Texto: Chiq
Regresé al lugar mágico. Un año después me volví a encontrar ahí, narcotizado y solo. Me recibió triste, nublado y lluvioso. Él también sabía que la bella no estaba con nosotros. Volví para cumplir nuestra promesa y para llenarme de su aire callejero y puro.
Ahí estaba yo, ahora un año más viejo, observando a los artistas y sus obras, sus cuadros, sus actuaciones, sus esculturas, sus espectáculos, su alegría. Durante el viaje, mantuve la esperanza de encontrar su cabello entre la gente, entre los cientos de personas que visitamos los jardines y las calles, entre sus sonrisas y aplausos, entre la melancolía de la música.

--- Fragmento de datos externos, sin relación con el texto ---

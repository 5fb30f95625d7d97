/**
 * Widened greedy: rank every small set by its quality rank, keep the near-optimal ones
 * (rank >= nu) at the smallest size m (1, then 2) where any exist, extend each greedily to k
 * and keep the best (a published refinement of greedy: J. Res. NIST 121, 2016). Pairs come
 * from identity 4 in O(n^2). When no set of size <= 2 reaches nu, the best `maxSeeds` pairs
 * are extended instead (stated in the notes). The plain greedy result is always among the
 * candidates, so the result is never worse than greedy. With required people or several closed
 * groups, seeds are the single additions to greedy's starting set (see widenFromBase).
 * Cost: O(n^3) once, then O(k n^2) per seed (at most maxSeeds seeds); a seed is dropped as soon
 * as the identity-6 bound shows its extensions cannot beat the best plan so far.
 */
import { AbsorbingState } from './dense-state';
import { allPairsTotals } from './pairs';
import { initialState, type PlanContext } from './plan-context';
import { extendGreedy } from './plan-greedy';
import { qualityRank } from './quality';

export function widenedState(ctx: PlanContext, greedy: AbsorbingState): AbsorbingState {
  const e = ctx.ergodic();
  const nu = ctx.options.nu ?? 0.9;
  const maxSeeds = ctx.options.maxSeeds ?? 64;
  if (ctx.k < 2) return greedy;
  if (!e || ctx.mustInclude.length > 0) return widenFromBase(ctx, greedy, nu, maxSeeds);
  const n = ctx.n;
  const cover = ctx.cover().size;
  const worst = ctx.worstTotal();
  const scale = e.scale;
  const rank = (t: number, size: number) => qualityRank(t, worst, n, size, cover, scale);
  type Seed = { set: number[]; total: number };
  let seeds: Seed[] = [];
  for (let j = 0; j < n; j++) if (ctx.allowed[j] && rank(e.singleTotals[j], 1) >= nu) seeds.push({ set: [j], total: e.singleTotals[j] });
  if (seeds.length === 0) {
    const pairs = allPairsTotals(e);
    const all: Seed[] = [];
    for (let a = 0; a < n; a++) {
      if (!ctx.allowed[a]) continue;
      for (let b = a + 1; b < n; b++)
        if (ctx.allowed[b] && Number.isFinite(pairs[a * n + b])) all.push({ set: [a, b], total: pairs[a * n + b] });
    }
    all.sort((x, y) => x.total - y.total || x.set[0] - y.set[0] || x.set[1] - y.set[1]);
    seeds = all.filter((s) => rank(s.total, 2) >= nu);
    if (seeds.length === 0) {
      seeds = all.slice(0, maxSeeds);
      ctx.notes.push(`No set of 1 or 2 starters reaches quality rank ${nu}; the ${seeds.length} best pairs were extended.`);
    } else
      ctx.notes.push(
        `${seeds.length} pairs reach quality rank ${nu}${seeds.length > maxSeeds ? `; the best ${maxSeeds} were extended` : ''}.`,
      );
  } else {
    seeds.sort((x, y) => x.total - y.total || x.set[0] - y.set[0]);
    ctx.notes.push(`${seeds.length} single starters reach quality rank ${nu}.`);
  }
  seeds = seeds.slice(0, maxSeeds);
  let best = greedy;
  let done = 0;
  for (const seed of seeds) {
    const s = AbsorbingState.fromErgodic(e, seed.set[0]);
    for (const x of seed.set.slice(1)) s.add(x);
    const ext = extendGreedy(ctx, s, ctx.k, false, best.rawTotal);
    if (ext && ext.rawTotal < best.rawTotal - 1e-12 * best.rawTotal) best = ext;
    // Counted apart from the report: an absent onProgress would skip evaluating its argument.
    done++;
    ctx.options.onProgress?.({ stage: 'widened', done, of: seeds.length });
    if (performance.now() > ctx.deadline) {
      ctx.warnings.push({ code: 'widening-time-limit', text: `Time limit reached after ${done} of ${seeds.length} seeds.` });
      break;
    }
  }
  return best;
}

/**
 * With required people or several closed groups the seeds grow from the starting set B of
 * greedy (required people plus one starter per closed group): every single addition is scored
 * by identity 2 at B, the ones reaching rank nu (or the best maxSeeds) are extended greedily.
 */
function widenFromBase(ctx: PlanContext, greedy: AbsorbingState, nu: number, maxSeeds: number): AbsorbingState {
  const base = initialState(ctx);
  if (base.starters.length >= ctx.k) return greedy;
  const worst = ctx.worstTotal();
  const cover = ctx.cover().size;
  const size = base.starters.length + 1;
  const cands: { j: number; total: number }[] = [];
  for (let j = 0; j < ctx.n; j++)
    if (base.inT[j] && ctx.allowed[j]) cands.push({ j, total: (base.rawTotal - base.rawGain(j)) * base.scale });
  cands.sort((a, b) => a.total - b.total || a.j - b.j);
  let seeds = cands.filter((c) => qualityRank(c.total, worst, ctx.n, size, cover, base.scale) >= nu);
  if (seeds.length === 0) seeds = cands;
  seeds = seeds.slice(0, maxSeeds);
  ctx.notes.push(`Widened from the ${base.starters.length} required or group starters: ${seeds.length} single additions extended.`);
  let best = greedy;
  for (const seed of seeds) {
    const s = base.clone();
    s.add(seed.j);
    const ext = extendGreedy(ctx, s, ctx.k, false, best.rawTotal);
    if (ext && ext.rawTotal < best.rawTotal - 1e-12 * best.rawTotal) best = ext;
    if (performance.now() > ctx.deadline) {
      ctx.warnings.push({ code: 'widening-time-limit', text: 'Time limit reached while widening.' });
      break;
    }
  }
  return best;
}
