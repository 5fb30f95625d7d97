/**
 * Reachability analysis: strongly connected components (Tarjan 1972, iterative), the
 * closed classes of the walk (components no walk leaves), and for a starter set the
 * people whose expected hops to hear are infinite, each with the reason. O(n + m).
 *
 * With background mixing b > 0 the whole room is one closed class and everyone is reachable.
 */
import type { PreparedRoom } from './room';

export interface UnreachablePerson {
  readonly index: number;
  readonly id: string;
  /** `no-path`: no chain of ties leads from this person to any starter.
   *  `may-get-stuck`: a starter can be reached, but the question may drift into a part of the room with no way to a starter. */
  readonly reason: 'no-path' | 'may-get-stuck';
  readonly message: string;
}

export interface ClassStructure {
  /** Component index of each person. */
  readonly component: Int32Array;
  readonly componentCount: number;
  /** Closed classes (members in input order), ordered by their first member. */
  readonly closedClasses: number[][];
  /** Closed-class number of each person, or -1 for transient people. */
  readonly closedOf: Int32Array;
}

function successors(room: PreparedRoom): { start: Int32Array; adj: Int32Array } {
  const { csr } = room;
  return { start: csr.rowStart, adj: csr.col };
}

/** Strongly connected components and closed classes of the walk (ties only; mixing joins everything). */
export function classStructure(room: PreparedRoom): ClassStructure {
  const n = room.n;
  if (room.mixing > 0) {
    const all = Array.from({ length: n }, (_, i) => i);
    return { component: new Int32Array(n), componentCount: 1, closedClasses: [all], closedOf: new Int32Array(n) };
  }
  const { start, adj } = successors(room);
  const component = new Int32Array(n).fill(-1);
  // One loop per function (see linalg/sparse-ldl.ts on compiled code).
  const count = strongComponents(start, adj, component);
  const leaves = new Uint8Array(count);
  markLeaving(start, adj, component, leaves);
  const closedOf = new Int32Array(n).fill(-1);
  const closedClasses = closedMembers(component, leaves, closedOf);
  return { component, componentCount: count, closedClasses, closedOf };
}

/** Tarjan's components (component[i] set for everyone); returns their number. */
// Iterative (explicit stack): no recursion for rooms of a million people.
function strongComponents(start: Int32Array, adj: Int32Array, component: Int32Array): number {
  const n = component.length;
  const index = new Int32Array(n).fill(-1);
  const low = new Int32Array(n);
  const onStack = new Uint8Array(n);
  const stack = new Int32Array(n);
  let sp = 0;
  let count = 0;
  let counter = 0;
  const callNode = new Int32Array(n);
  const callEdge = new Int32Array(n);
  for (let root = 0; root < n; root++) {
    if (index[root] >= 0) continue;
    let depth = 0;
    callNode[0] = root;
    callEdge[0] = start[root];
    index[root] = low[root] = counter++;
    stack[sp++] = root;
    onStack[root] = 1;
    while (depth >= 0) {
      const v = callNode[depth];
      if (callEdge[depth] < start[v + 1]) {
        const w = adj[callEdge[depth]++];
        if (index[w] < 0) {
          index[w] = low[w] = counter++;
          stack[sp++] = w;
          onStack[w] = 1;
          depth++;
          callNode[depth] = w;
          callEdge[depth] = start[w];
        } else if (onStack[w] && index[w] < low[v]) low[v] = index[w];
      } else {
        if (low[v] === index[v]) {
          let w: number;
          do {
            w = stack[--sp];
            onStack[w] = 0;
            component[w] = count;
          } while (w !== v);
          count++;
        }
        depth--;
        if (depth >= 0) {
          const u = callNode[depth];
          if (low[v] < low[u]) low[u] = low[v];
        }
      }
    }
  }
  return count;
}

/** leaves[c] = 1 for every component with a tie out of it. */
function markLeaving(start: Int32Array, adj: Int32Array, component: Int32Array, leaves: Uint8Array): void {
  for (let i = 0; i < component.length; i++)
    for (let e = start[i]; e < start[i + 1]; e++) if (component[adj[e]] !== component[i]) leaves[component[i]] = 1;
}

/** Members of the closed components (input order), numbered by their first member; closedOf set for them. */
function closedMembers(component: Int32Array, leaves: Uint8Array, closedOf: Int32Array): number[][] {
  const classOfComp = new Int32Array(leaves.length).fill(-1);
  const closedClasses: number[][] = [];
  for (let i = 0; i < component.length; i++) {
    const c = component[i];
    if (leaves[c]) continue;
    if (classOfComp[c] < 0) {
      classOfComp[c] = closedClasses.length;
      closedClasses.push([]);
    }
    closedClasses[classOfComp[c]].push(i);
    closedOf[i] = classOfComp[c];
  }
  return closedClasses;
}

function predecessors(room: PreparedRoom): { start: Int32Array; adj: Int32Array } {
  const { n, csr } = room;
  const start = new Int32Array(n + 1);
  for (let e = 0; e < csr.col.length; e++) start[csr.col[e] + 1]++;
  for (let i = 0; i < n; i++) start[i + 1] += start[i];
  const fill = start.slice(0, n);
  const adj = new Int32Array(csr.col.length);
  for (let i = 0; i < n; i++) for (let e = csr.rowStart[i]; e < csr.rowStart[i + 1]; e++) adj[fill[csr.col[e]]++] = i;
  return { start, adj };
}

/** People with infinite expected hops to hear for this starter set, each with its reason. */
export function unreachablePeople(room: PreparedRoom, starters: readonly number[]): UnreachablePerson[] {
  const n = room.n;
  if (room.mixing > 0 && starters.length > 0) return [];
  const isStarter = new Uint8Array(n);
  for (const s of starters) isStarter[s] = 1;
  const pred = predecessors(room);
  const queue = new Int32Array(n);
  // People with a chain of ties to a starter.
  const reaches = new Uint8Array(n);
  let qt = 0;
  for (const s of starters)
    if (!reaches[s]) {
      reaches[s] = 1;
      queue[qt++] = s;
    }
  markBackwards(pred, reaches, queue, qt, null);
  // People who can get to a dead end (a person with no way to a starter) without passing a starter.
  const stuck = new Uint8Array(n);
  qt = 0;
  for (let i = 0; i < n; i++)
    if (!reaches[i]) {
      stuck[i] = 1;
      queue[qt++] = i;
    }
  markBackwards(pred, stuck, queue, qt, isStarter);
  const out: UnreachablePerson[] = [];
  for (let i = 0; i < n; i++) if (stuck[i]) out.push(unreachableReason(room, i, reaches[i] === 1, starters.length));
  return out;
}

/**
 * Breadth-first along ties taken backwards from the `count` people already in `queue` (and marked):
 * marks everyone who asks a marked person, except the people `stop` marks, who are neither marked nor passed.
 */
function markBackwards(
  pred: { start: Int32Array; adj: Int32Array },
  mark: Uint8Array,
  queue: Int32Array,
  count: number,
  stop: Uint8Array | null,
): void {
  let qh = 0;
  let qt = count;
  while (qh < qt) {
    const v = queue[qh++];
    for (let e = pred.start[v]; e < pred.start[v + 1]; e++) {
      const u = pred.adj[e];
      if (!mark[u] && !(stop !== null && stop[u])) {
        mark[u] = 1;
        queue[qt++] = u;
      }
    }
  }
}

function unreachableReason(room: PreparedRoom, i: number, reachesStarter: boolean, starterCount: number): UnreachablePerson {
  const id = room.ids[i];
  if (reachesStarter)
    return {
      index: i,
      id,
      reason: 'may-get-stuck',
      message: `${id} can reach a starter, but the question may drift into a group of people with no way to any starter: add a starter in that group.`,
    };
  const message =
    starterCount === 0
      ? `${id} cannot be reached: no starter is chosen.`
      : !room.directed
        ? `${id} is in a part of the room with no tie to any starter (the room is disconnected): add a starter there or connect it.`
        : `${id} has no chain of ties leading to any starter: add a starter in the group they ask, or add a tie.`;
  return { index: i, id, reason: 'no-path', message };
}
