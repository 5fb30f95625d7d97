/**
 * Typed errors of the engine. Every validation failure carries a stable `code` (for the
 * CLI's exit status and the server's JSON answer) and a message that says what to fix.
 */
export type EngineErrorCode =
  | 'EMPTY_ROOM'
  | 'INVALID_OPTION'
  | 'UNKNOWN_PERSON'
  | 'INVALID_K'
  | 'K_BELOW_CLOSED_GROUPS'
  | 'MUST_INCLUDE_TOO_MANY'
  | 'CONFLICTING_CONSTRAINTS'
  | 'NO_FEASIBLE_PLAN'
  | 'EXHAUSTIVE_INFEASIBLE'
  | 'ROOM_TOO_LARGE'
  | 'INVALID_STARTERS'
  | 'SOLVER_FAILED'
  | 'INVALID_INPUT';

export class EngineError extends Error {
  readonly code: EngineErrorCode;
  /** Optional machine-readable detail (indices, sizes) for callers that build their own message. */
  readonly detail?: Record<string, unknown>;

  constructor(code: EngineErrorCode, message: string, detail?: Record<string, unknown>) {
    super(message);
    this.name = 'EngineError';
    this.code = code;
    this.detail = detail;
  }
}

export function isEngineError(e: unknown): e is EngineError {
  return e instanceof EngineError;
}
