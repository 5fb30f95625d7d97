/**
 * Command-line flags: `--name value` or `--name=value`, each at most once, only the ones a
 * command declares. Every problem is a CliError: exit status 2 and one line on stderr.
 */

export class CliError extends Error {
  constructor(message: string) {
    super(message);
    this.name = 'CliError';
  }
}

export interface FlagSpec {
  /** true: the flag takes no value. */
  readonly boolean?: boolean;
  readonly required?: boolean;
}

export type Flags = Map<string, string>;

export function parseFlags(argv: readonly string[], spec: Record<string, FlagSpec>, command: string): Flags {
  const flags: Flags = new Map();
  for (let i = 0; i < argv.length; i++) {
    const arg = argv[i];
    if (!arg.startsWith('--')) throw new CliError(`${command}: unexpected argument "${arg}" (flags start with --; see ${command} --help)`);
    const eq = arg.indexOf('=');
    const name = eq > 0 ? arg.slice(2, eq) : arg.slice(2);
    const s = spec[name];
    if (!s) throw new CliError(`${command}: unknown flag --${name} (see ${command} --help)`);
    if (flags.has(name)) throw new CliError(`${command}: --${name} is given twice`);
    let value: string;
    if (s.boolean) {
      if (eq > 0) throw new CliError(`${command}: --${name} takes no value`);
      value = 'true';
    } else if (eq > 0) {
      value = arg.slice(eq + 1);
    } else {
      if (i + 1 >= argv.length || argv[i + 1].startsWith('--')) throw new CliError(`${command}: --${name} needs a value`);
      value = argv[++i];
    }
    flags.set(name, value);
  }
  for (const [name, s] of Object.entries(spec)) {
    if (s.required && !flags.has(name)) throw new CliError(`${command}: --${name} is required (see ${command} --help)`);
  }
  return flags;
}

const NUMBER = /^[+-]?(\d+\.?\d*|\.\d+)([eE][+-]?\d+)?$/;

/** A number in [min, max) (or [min, max] when `inclusiveMax`). */
export function numberFlag(flags: Flags, name: string, min: number, max: number, inclusiveMax = false): number | undefined {
  const raw = flags.get(name);
  if (raw === undefined) return undefined;
  const v = Number(raw);
  const ok = NUMBER.test(raw.trim()) && Number.isFinite(v) && v >= min && (inclusiveMax ? v <= max : v < max);
  if (!ok) throw new CliError(`--${name} must be a number with ${min} <= ${name} ${inclusiveMax ? '<=' : '<'} ${max} (got "${raw}")`);
  return v;
}

export function integerFlag(flags: Flags, name: string, min: number, max: number): number | undefined {
  const raw = flags.get(name);
  if (raw === undefined) return undefined;
  if (!/^\+?\d+$/.test(raw.trim()) || Number(raw) < min || Number(raw) > max) {
    throw new CliError(`--${name} must be a whole number from ${min} to ${max} (got "${raw}")`);
  }
  return Number(raw);
}

/** Splits `a,b,c` into ids; empty entries are an error. */
export function idList(flags: Flags, name: string): string[] {
  const raw = flags.get(name);
  if (raw === undefined) return [];
  const ids = raw.split(',').map((s) => s.trim());
  if (ids.some((s) => s === '')) throw new CliError(`--${name} has an empty entry in "${raw}"; give ids separated by commas`);
  return ids;
}
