/**
 * The part of d3-quadtree (installed with d3-force, which builds on it) that the map's
 * overview uses to find the person under the pointer.
 */
declare module 'd3-quadtree' {
  export interface Quadtree<T> {
    x(): (d: T) => number;
    x(x: (d: T) => number): this;
    y(): (d: T) => number;
    y(y: (d: T) => number): this;
    addAll(data: readonly T[]): this;
    find(x: number, y: number, radius?: number): T | undefined;
    size(): number;
  }
  export function quadtree<T>(data?: readonly T[], x?: (d: T) => number, y?: (d: T) => number): Quadtree<T>;
}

Visiblemente cansado, recorrí el camino que va desde el mercado hasta el teatro, deteniéndome a veces en la fuente o recorriendo el jardín. Lo habré hecho cincuenta y cuatro veces la tarde del viernes y otras tantas el sábado, siempre con ilusión y sabiendo que una de las cualidades que admiro de la bella es su don para aparecerse cuando uno menos lo espera, así que continué buscándola. Encontré rizos parecidos a los suyos, pero nunca unos con la espiral perfecta que los de ella formaban alrededor de mis dedos.
La primera noche fue la más difícil, tal vez. Dolido por no haberla visto durante las catorce horas que duró mi recorrido por las calles, deposité mi cuerpo en la silla de un bar, tomé varias cervezas y comencé a fantasear. Fumé unos cigarrillos y al terminar la penúltima cerveza, encendí el puro. Contrariado por aquella promesa rota, el lugar mágico me cobijó con la noche más hermosa que pudo haberme entregado: fría, estrellada e inmensa. Así decidí terminar el día. Fatigado y triste, me tumbé en la cama para soñar con ella.